Los niños, los humildes, la gente sencilla, sí reconocieron en Él al Mesías, al rey esperado y anunciado. Inmensa muchedumbre lo recibió levantando en las manos palmas y ramos de olivo, tirando a su paso sus mantos gritando con toda la fuerza de su pecho: "¡Hosanna al hijo de David! ¡Hosanna al que viene en nombre del Señor, al hijo de Dios, al rey de Israel!". Pero los que no cantaban, los que no lanzaban gritos de júbilo, eran los fariseos, los escribas, los sacerdotes judíos, encastillados en su soberbia. Creían -aunque se engañaban a sí mismos- que ellos eran los únicos sabios, los santos, los auténticos guías del pueblo. Era imposible para ellos aceptar como rey, como Mesías, a este galileo. A como diera lugar, debían hacerlo desaparecer.
Por lo pronto urgía callar a la multitud. Por eso fueron falsos amantes del orden a pedirle a Jesús: "Maestro, ¿no oyes lo que están clamando? ¡que eres el rey! ¡Diles que ya no griten, que ya...!"
Jesús -que había ocultado su identidad porque aún no había llegado su hora- en ese momento se manifestó. Desde entonces, y después desde la cruz, todos los hombres de todos los siglos supieron que era el anunciado, el esperado, el rey, el descendiente de David, el Mesías, el salvador, el redentor, el liberador. "Les aseguro que si ellos callaran, gritarían las piedras", así les contestó.
Por amor ha subido a Jerusalén; por amor va a despedirse de sus discípulos en una memorable última cena, y por ahora deja los dos grandes regalos para ellos y para la humanidad: se quedará como regalo de amor en el "Pan vivo" bajado del cielo. "Este es mi cuerpo".
"Este es el cáliz de mi sangre, que será derramada por ustedes y por todos para el perdón de los pecados" y hará perpetuo su regalo al conferir el poder a los once apóstoles.
La fe sencilla del pueblo sí aceptó que había llegado el verdadero liberador, el designio divino de salvación. El hombre siempre ha vivido con la ilusión de ser libre. Pero la verdadera libertad, la interior, la más importante , no se alcanza con el sólo esfuerzo de la inteligencia o la voluntad.
Triunfante llega el rey pacífico, el único liberador; el único capaz de romper con el amor, la misericordia, el perdón y la gracia, las cadenas interiores.
Jesús vino gloriosamente en su entrada triunfal, para esperar el viernes y darnos así la libertad, la entera libertad.

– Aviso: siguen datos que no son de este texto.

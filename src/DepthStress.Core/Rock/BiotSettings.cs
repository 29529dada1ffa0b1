using DepthStress.Core.Catalogue;
using DepthStress.Core.Diagnostics;

namespace DepthStress.Core.Rock;

/// <summary>How Biot's coefficient is had.</summary>
public sealed record BiotSettings
{
    /// <summary>The relation or constant that gives Biot's coefficient.</summary>
    public Setting<Law> Coefficient { get; init; }

    /// <summary>These settings where they were decided, else those below them.</summary>
    public BiotSettings Over(BiotSettings below)
    {
        ArgumentNullException.ThrowIfNull(below);
        return new BiotSettings
        {
            Coefficient = Coefficient.Over(below.Coefficient),
        };
    }
}
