using DepthStress.Core.Catalogue;
using DepthStress.Core.Logs;
using DepthStress.Core.Quantities;

namespace DepthStress.Core.Rock;

/// <summary>Puts together catalogue entries that give static Young's modulus, in the unit of their source.</summary>
internal static class ModulusEntry
{
    /// <summary>A law whose coefficients were recalled, not read; moduli in GPa.</summary>
    public static Law Recalled(
        string id, string title, RockKinds rocks, LawInput[] inputs, string template, LawFormula formula, double[] c, string validity, string source, WorkedExample example) =>
        Of(id, title, rocks, Units.Gigapascal, inputs, template, formula, c, validity, source + "; coefficients recalled, not read", Standing.FromMemory, example);

    /// <summary>Any law.</summary>
    public static Law Of(
        string id, string title, RockKinds rocks, Unit unit, LawInput[] inputs, string template, LawFormula formula, double[] c, string validity, string source, Standing standing, WorkedExample example) => new()
        {
            Id = id,
            Title = title,
            Predicts = Property.YoungsStatic,
            Unit = unit,
            Rocks = rocks,
            Inputs = inputs,
            Coefficients = Coefficient.Named(c),
            Template = template,
            Formula = formula,
            ResultDomain = Interval.NotNegative,
            Validity = validity,
            Source = source,
            Standing = standing,
            Example = example,
        };
}
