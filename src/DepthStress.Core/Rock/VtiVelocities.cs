namespace DepthStress.Core.Rock;

/// <summary>
/// Squares of phase velocities times density at an angle from the normal of the beds: the exact roots of Christoffel's
/// equation (Mavko, Mukerji and Dvorkin 2009, The Rock Physics Handbook, 2nd ed., section on anisotropic elasticity; page from
/// memory). With a stiffness divided by density they are squares of velocities.
/// </summary>
public readonly record struct VtiVelocities
{
    /// <summary>The waves of one direction.</summary>
    /// <param name="c">The stiffness, Pa or m2/s2.</param>
    /// <param name="angle">Angle between the direction and the normal of the beds, rad.</param>
    public VtiVelocities(VtiStiffness c, double angle)
    {
        var (sin, cos) = Math.SinCos(angle);
        var (s, k) = (sin * sin, cos * cos);
        var difference = ((c.C11 - c.C44) * s) - ((c.C33 - c.C44) * k);
        var coupling = c.C13 + c.C44;
        var root = Math.Sqrt((difference * difference) + (4 * coupling * coupling * s * k));
        var sum = (c.C11 * s) + (c.C33 * k) + c.C44;
        Compressional = (sum + root) / 2;
        ShearVertical = (sum - root) / 2;
        ShearHorizontal = (c.C66 * s) + (c.C44 * k);
    }

    /// <summary>Of the compressional wave.</summary>
    public double Compressional { get; }

    /// <summary>Of the shear wave that moves in the plane of the direction and the normal of the beds (SV).</summary>
    public double ShearVertical { get; }

    /// <summary>Of the shear wave that moves along the beds (SH).</summary>
    public double ShearHorizontal { get; }

    /// <summary>Of one of the shear waves.</summary>
    public double Shear(ShearWave wave) => wave == ShearWave.AlongBeds ? ShearHorizontal : ShearVertical;
}

/// <summary>The two shear waves of rock whose beds the hole crosses obliquely; across the beds they are one.</summary>
public enum ShearWave
{
    /// <summary>SH: moves along the beds.</summary>
    AlongBeds,

    /// <summary>SV: moves in the plane of the hole and the normal of the beds.</summary>
    AcrossBeds,
}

¡Cristo, rey pacífico, gran libertador!
José Rosario Ramírez
Calvos de orgullo
A medida que nos acercamos a los días en los que el tema de la pasión de Cristo se hace un tópico obligatorio, se vuelve a debatir acerca de qué fue lo que llevó a Cristo a la cruz, en aquella colina de las afueras de Jerusalén. Lo obvio, es decir que se trató de una conspiración de las autoridades religiosas de Israel, con la complacencia de los romanos; una teoría más sofisticada, pensaría que se trató de una grave confusión en la mente de Judas, quien asumió que al entregar a su Maestro, forzaría las circunstancias para que Jesús usara su poder para defenderse, y así comenzara una lucha que devolviera su libertad a Israel.

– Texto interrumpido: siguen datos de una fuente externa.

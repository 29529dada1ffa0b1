using DepthStress.Core.Catalogue;
using static DepthStress.Core.Rock.ModulusEntry;

namespace DepthStress.Core.Rock;

/// <summary>Recalled relations between dynamic and static Young's modulus fitted to rocks of several kinds.</summary>
internal static class StaticYoungsMixed
{
    private const RockKinds Mixed = RockKinds.Any | RockKinds.Crystalline;

    private const string EissaKazi = "Eissa and Kazi 1988, Int. J. Rock Mech. Min. Sci. 25, 479-482 (citation read)";

    private const string Brotons = "Brotons and others 2016, Materials and Structures 49, 3021-3037";

    private const string Wang = "Wang 2000, in Seismic and Acoustic Velocities in Reservoir Rocks, vol. 3";

    /// <summary>The entries.</summary>
    public static IReadOnlyList<Law> All { get; } =
    [
        Recalled("eissa-kazi-1988-linear", "Eissa and Kazi's line", Mixed, [InputOf.DynamicModulus], "Es = {a} Ed - {b}",
            LawForms.LinearLess, [0.74, 0.82], "mixed rocks, 76 observations; below zero, so no result, below Ed 1.11 GPa",
            EissaKazi, WorkedExample.Computed(21.380, 5, 30)),
        Recalled("eissa-kazi-1988-log", "Eissa and Kazi's curve with density", Mixed, [InputOf.DensityGram, InputOf.DynamicModulus],
            "log10 Es = {a} + {b} log10(rho Ed)", LawForms.LogarithmicProduct, [0.02, 0.77],
            "mixed rocks; density in g/cm3, not kg/m3; above Ed below 26.3 GPa at 2.5 g/cm3. Reprints with 0.70 for 0.77 circulate and give a quarter less",
            EissaKazi, WorkedExample.Computed(29.0936, 6, 2.5, 30)),
        Recalled("wang-2000-soft", "Wang's line for soft rock", RockKinds.Any, [InputOf.DynamicModulus.Only(0, 15)], "Es = {a} Ed - {b}",
            LawForms.LinearLess, [0.4145, 1.0593],
            "Ed up to 15 GPa; below zero, so no result, below Ed 2.56 GPa. " + WangJump, Wang, WorkedExample.Computed(3.0857, 5, 10)),
        Recalled("wang-2000-hard", "Wang's line for hard rock", RockKinds.Any, [InputOf.DynamicModulus.Only(15, double.PositiveInfinity)], "Es = {a} Ed - {b}",
            LawForms.LinearLess, [1.153, 15.197],
            "Ed from 15 GPa; above Ed above 99.3 GPa. " + WangJump, Wang, WorkedExample.Computed(19.393, 5, 30)),
        Recalled("canady-2011", "Canady's curve for the full range", RockKinds.Any, [InputOf.DynamicModulus], "Es = ln(Ed + {a}) (Ed - {b}) / {c}",
            (x, c) => Math.Log(x[0] + c[0]) * (x[0] - c[1]) / c[2], [1, 2, 4.5],
            "soft to hard rock in one curve, without a join; no result below Ed 2 GPa, above Ed above 97.9 GPa",
            "Canady 2011, SPE 143604", WorkedExample.Computed(21.3670, 6, 30)),
        Recalled("brotons-2016-linear", "Brotons and others' line", Mixed, [InputOf.DynamicModulus], "Es = {a} Ed - {b}",
            LawForms.LinearLess, [0.932, 3.421],
            BrotonsRocks + " linear R2 0.97); below zero, so no result, below Ed 3.67 GPa", Brotons, WorkedExample.Computed(33.859, 5, 40)),
        Recalled("brotons-2016-log", "Brotons and others' curve with density", Mixed, [InputOf.Density, InputOf.DynamicModulus],
            "log10 Es = {a} + {b} log10(rho Ed)", LawForms.LogarithmicProduct, [-3.306, 0.967],
            BrotonsRocks + " nonlinear R2 0.99); density in kg/m3, not g/cm3", Brotons, WorkedExample.Computed(35.113, 5, 2600, 40)),
        Recalled("brotons-2016-density", "Brotons and others' power law with density", Mixed, [InputOf.Density, InputOf.DynamicModulus],
            "Es = {a} rho^{b} Ed^{c}", (x, c) => c[0] * Math.Pow(x[0], c[1]) * Math.Pow(x[1], c[2]), [11.531, -0.457, 1.251],
            BrotonsRocks + " R2 0.993 with bulk density); density in kg/m3, not g/cm3", Brotons, WorkedExample.Computed(32.019, 5, 2600, 40)),
    ];

    private const string WangJump = "The two lines do not meet: at 15 GPa they give 5.16 (soft) and 2.10 GPa (hard), so a step there is no layer boundary";

    private const string BrotonsRocks = "8 igneous, sedimentary and metamorphic rocks (read in the abstract, as is";
}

Mi pensamiento se acerca a lo que podemos observar que sucedió con la gente de Jerusalén, y muchos de los viajeros que habían subido para celebrar la Pascua en la capital: apenas unos días antes, habían aclamado a Jesús como su Mesías, y le había recibido con alabanzas, a medida que entraba a Jerusalén, pero ahora, a gritos, pedían que fuera crucificado. ¿Cuándo se operó el cambio en su manera de pensar?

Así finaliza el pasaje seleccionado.